#### Source material:

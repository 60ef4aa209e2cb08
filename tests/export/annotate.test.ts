import { describe, expect, it } from 'vitest';
import { annotate, netAnchor, rowOhms } from '../../src/export/annotate';
import { impedanceColor, scaleFor } from '../../src/export/colorScale';
import { analyseDrawing } from '../../src/export/exportDrawing';
import { computeConnectivity } from '../../src/schematic/connectivity';
import { exampleDrawing } from './fixtures';

describe('annotations from an analysis', () => {
  it('colours each analysed net by its |Z| on the log scale and badges it with |Z|, C and τ', async () => {
    const doc = await exampleDrawing('sensor-cs-miller');
    const an = analyseDrawing(doc);
    const res = an.result!;
    const ann = annotate(doc, res);
    const rows = res.nodes.filter((r) => !r.internal && r.name !== '0');
    const scale = scaleFor(rows.map((r) => rowOhms(r, 'frequency')));
    for (const r of rows) {
      expect(ann.nets[r.name].color).toBe(impedanceColor(r.z?.mag ?? null, scale));
      const badge = ann.badges.find((b) => b.net === r.name)!;
      expect(badge.lines[0]).toMatch(new RegExp(`^${r.name}: \\|Z\\| `));
    }
    // The highest-|Z| node is drawn in the warmest (lightest) colour of the scale: sanity of the
    // mapping direction (common practice: soft, high-impedance nodes stand out).
    const hi = rows.reduce((a, b) => ((a.z?.mag ?? 0) > (b.z?.mag ?? 0) ? a : b));
    const lo = rows.reduce((a, b) => ((a.z?.mag ?? Infinity) < (b.z?.mag ?? Infinity) ? a : b));
    expect(ann.nets[hi.name].ohms!).toBeGreaterThan(ann.nets[lo.name].ohms!);
    expect(ann.slowest?.net).toBe(rows.find((r) => r.slowest)?.name);
    expect(ann.legend?.title).toMatch(/^node \|Z\| at /);
    expect(ann.caution).toMatch(/small-signal/);
  });

  it('uses the DC column when asked, and can leave badges out', async () => {
    const doc = await exampleDrawing('sensor-cs-miller');
    const res = analyseDrawing(doc).result!;
    const ann = annotate(doc, res, { column: 'dc', badges: 'none', scale: { minOhms: 1, maxOhms: 1e9 } });
    expect(ann.badges).toEqual([]);
    const out = res.nodes.find((r) => r.name === 'out')!;
    expect(ann.nets.out.ohms).toBe(out.dcOhms);
    expect(ann.nets.out.color).toBe(impedanceColor(out.dcOhms, { minOhms: 1, maxOhms: 1e9 }));
    expect(ann.legend?.title).toBe('node |Z| at DC');
  });

  it('puts marks on the net itself and draws nothing without a result', async () => {
    const doc = await exampleDrawing('follower-sampling-load');
    const conn = computeConnectivity(doc);
    for (const net of conn.nets) {
      const p = netAnchor(doc, net);
      const onWire = net.wires.some((id) => {
        const pts = doc.wires[id].points;
        return pts.some((a, i) => i > 0 && ((a.x === pts[i - 1].x && p.x === a.x && p.y >= Math.min(a.y, pts[i - 1].y) && p.y <= Math.max(a.y, pts[i - 1].y)) || (a.y === pts[i - 1].y && p.y === a.y && p.x >= Math.min(a.x, pts[i - 1].x) && p.x <= Math.max(a.x, pts[i - 1].x))));
      });
      expect(onWire || (p.x === net.anchor.x && p.y === net.anchor.y)).toBe(true);
    }
    const empty = annotate(doc, null);
    expect(empty.nets).toEqual({});
    expect(empty.legend).toBeNull();
  });
});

#### Exercise description:
From the entries, report each line that includes the word "annotate".

#### Solution to this task:
filename tests/export/annotate.test.ts
import { annotate, netAnchor, rowOhms } from '../../src/export/annotate';
    const ann = annotate(doc, res);
    const ann = annotate(doc, res, { column: 'dc', badges: 'none', scale: { minOhms: 1, maxOhms: 1e9 } });
    const empty = annotate(doc, null);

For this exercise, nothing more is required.